• _Exercise instructions_: Determine how many lines in the entries contain the word "last", and give that number with no other text.

• _Exercise input_:
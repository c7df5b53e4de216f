"""Getting the explorer onto the page, every time a view of it is made.

Three things go wrong with a plain ``jupyter_bokeh.BokehModel`` and are handled here:

* BokehJS must be on the page before a bokeh view is created, in every browser tab.
  :func:`load_bokehjs` puts the core library (inline, no network) into the output of the
  first explorer displayed for each page (:mod:`phaselab.widgets.bokehjs`), so a second
  tab running the notebook, or a reloaded saved notebook, has it too, and a notebook with
  several explorers holds it once.
* A view is built from the model's ``render_bundle``, which jupyter_bokeh fills once, when
  the model is made; later changes travel as patches to views that exist. A view made
  later (the first display after seeds were added, another tab, a reload) would show the
  first state. :class:`LiveBokehModel` serialises the document afresh whenever a view may
  be made from it: when it is displayed and whenever the page asks for its state.
* A notebook saved and opened without a kernel has no widget to draw.
  :class:`StaticPicture` keeps a PNG of the last state in an ordinary output next to the
  widget; the explorer's own style sheet hides it while the live explorer is on the page.

The kernel replaces the picture's output through its display id, and JupyterLab routes such
an update only to outputs of executions the same page started: after a reload (the kernel
still running) the output on the page is the saved copy, which no update would reach. The
JupyterLab plugin installed with phaselab (``phaselab-notebook``, in
``widgets/labextension``; JupyterLab loads it from ``share/jupyter/labextensions``) replaces,
on every such update, each output of the notebook marked with the picture's id
(:data:`PICTURE_MARK` in the output's metadata). When a page rebuilds its view of an
explorer, the explorer sends its picture again, so a save straight after a reload keeps the
last state. A page without the plugin (JupyterLab run from another environment than the
kernel's) says so in the explorer's status line (``messages.PAGE_REBUILT``).
"""

from __future__ import annotations

import base64
import contextlib
import html
import json

from jupyter_bokeh import BokehModel


def load_bokehjs(force=False):
    """Display the core BokehJS library inline (no network, no banner) unless this page's
    notebook holds it already; ``force`` displays it anyway."""
    from phaselab.widgets import bokehjs

    return bokehjs.load(force=force)


class LiveBokehModel(BokehModel):
    """A BokehModel whose ``render_bundle`` is brought up to date before a view is made.

    ``changes`` counts document changes; the bundle is serialised again only when some
    happened since it was last serialised. With :meth:`number_patches`, every patch sent
    carries the next ``revision`` (see :mod:`phaselab.widgets.page_sync`): a page finds
    out itself whether its view missed any.
    """

    def __init__(self, model, **kwargs):
        self.changes = 0
        self._bundled = 0
        self.revision = 0
        self._revision_source = None
        self.page_builds = 0     # full states asked for after the first: pages (re)built a view
        self._opened = False
        super().__init__(model, **kwargs)
        self._opened = True
        self._document.on_change(self._count_change)

    def _count_change(self, event):
        if getattr(event, "setter", None) is self:
            return  # came from the page: the views there have it already
        self.changes += 1

    @property
    def stale(self) -> bool:
        return self._bundled != self.changes

    def refresh(self, send=True):
        """Serialise the document into ``render_bundle`` if it changed; ``send`` pushes it to
        the page (views there rebuild from it)."""
        if not self.stale:
            return False
        bundle = self._model_to_traits(self._model)
        self._bundled = self.changes
        if send:
            self.render_bundle = bundle
        else:
            self._trait_values["render_bundle"] = bundle  # sent with the state being asked for
        return True

    # ------------------------------------------------------------------ one patch per batch
    def _document_patched(self, event):
        if getattr(event, "setter", None) is self:
            return  # came from the page
        batch = self.__dict__.get("_batch")
        if batch is not None:
            batch.append(event)
        elif self._revision_source is None:
            super()._document_patched(event)
        else:
            with self.batch():  # a change made outside a batch: a patch of its own, numbered
                self._batch.append(event)

    def number_patches(self, source):
        """Number every patch from now on: the next integer is streamed into ``source``
        (a ColumnDataSource with column ``r``, rollover 2) as the patch's last change."""
        self._revision_source = source
        self.revision = int(source.data["r"][-1])

    def _next_revision(self):
        self.revision += 1
        self._revision_source.stream(dict(r=[self.revision]), rollover=2)

    def answer_page(self, data: dict):
        """Answer what a page wrote into its ``ready`` source (:mod:`phaselab.widgets.page_sync`):
        a view that missed patches gets the whole document again; a view built at an earlier
        revision than the kernel's gets one more number, by which it finds out."""
        if (data.get("missed") or [0])[-1]:
            self.refresh(send=True)
        elif self._revision_source is not None and (data.get("revision") or [self.revision])[-1] < self.revision:
            with self.batch():
                self._next_revision()

    @contextlib.contextmanager
    def batch(self):
        """Send the document changes made inside as one patch: the page applies them at once
        and draws once, instead of drawing after each (one message per change is
        jupyter_bokeh's own way)."""
        if self.__dict__.get("_batch") is not None:
            yield  # inside an outer batch: it sends everything
            return
        self._batch = []
        try:
            yield
        finally:
            if self._batch and self._revision_source is not None and not self._numbered(self._batch[-1]):
                self._next_revision()  # joins the batch: the page reads it after the rest
            events, self._batch = self._batch, None
            if events:
                self._send_patch(events)

    def _numbered(self, event) -> bool:
        """Whether ``event`` is the streaming of a patch number."""
        return getattr(event, "model", None) is self._revision_source

    def _send_patch(self, events):
        """One PATCH-DOC message for ``events``, in the framing jupyter_bokeh's page side reads
        (header, metadata, content). Arrays travel inside the content (base64) rather than as
        buffers of their own: a click's patch is three comm messages, not three plus two per
        array column (27 for a new orbit), each of which crossed the server and the page's
        message queue on its own."""
        from bokeh.core.serialization import Serializer
        from bokeh.protocol.messages.patch_doc import patch_doc

        doc = self._document
        serializer = Serializer(references=doc.models.synced_references, deferred=False)
        content = dict(events=serializer.encode(events))
        doc.models.flush_synced(lambda model: not serializer.has_ref(model))
        msg = patch_doc(patch_doc.create_header(), {}, content)
        self.send({"msg": "patch", "payload": msg.header_json})
        self.send({"msg": "patch", "payload": msg.metadata_json})
        self.send({"msg": "patch", "payload": msg.content_json})

    def get_state(self, key=None, drop_defaults=False):
        # a full state is asked for when a page (re)builds its widgets: give the current plot
        if key is None:
            self.refresh(send=False)
            if self._opened:
                self.page_builds += 1
        return super().get_state(key=key, drop_defaults=drop_defaults)


_HIDE_RULE = ".jp-OutputArea-child:has(.{cls}) {{ display: none; }}"

#: The key of the picture output's metadata read by the JupyterLab plugin: ``{"phaselab":
#: {"picture": id}}`` (``widgets/labextension/static/remoteEntry.js``).
PICTURE_MARK = "phaselab"


class StaticPicture:
    """A PNG of the explorer's last state, in an output of its own, shown only when the
    live explorer is not on the page (a saved notebook opened without a kernel)."""

    def __init__(self, uid: str):
        self.cls = f"pl-still-{uid}"
        self.handle = None
        self.png = b""
        self.state: dict = {}

    @property
    def hide_rule(self) -> str:
        return _HIDE_RULE.format(cls=self.cls)

    def _html(self, caption, state=None):
        data = html.escape(json.dumps(state or {}), quote=True)
        words = f"<div style='font-size:11px;color:#7b7f86'>{html.escape(caption)}</div>" if caption else ""
        if not self.png:   # nothing drawn (yet): the caption alone, if any
            return f"<div class='{self.cls}' data-state='{data}'>{words}</div>"
        png = base64.b64encode(self.png).decode("ascii")
        return (f"<div class='{self.cls}' data-state='{data}'><img alt='explorer picture' "
                f"src='data:image/png;base64,{png}'/>{words}</div>")

    @property
    def metadata(self) -> dict:
        """The output's metadata: the mark by which the page's plugin finds every copy of it."""
        return {PICTURE_MARK: {"picture": self.cls}}

    def show(self, caption=""):
        from IPython.display import HTML, display

        self.handle = display(HTML(self._html(caption)), display_id=True, metadata=self.metadata)

    def update(self, png: bytes, caption="", state=None):
        """Replace the picture; ``state`` (a dict of numbers and words) is written beside it as
        ``data-state`` so what it shows can be compared with the live page."""
        self.png = png
        self.state = dict(state or {})
        if self.handle is not None:
            from IPython.display import HTML

            self.handle.update(HTML(self._html(caption, state)), metadata=self.metadata)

• _Your response_: 5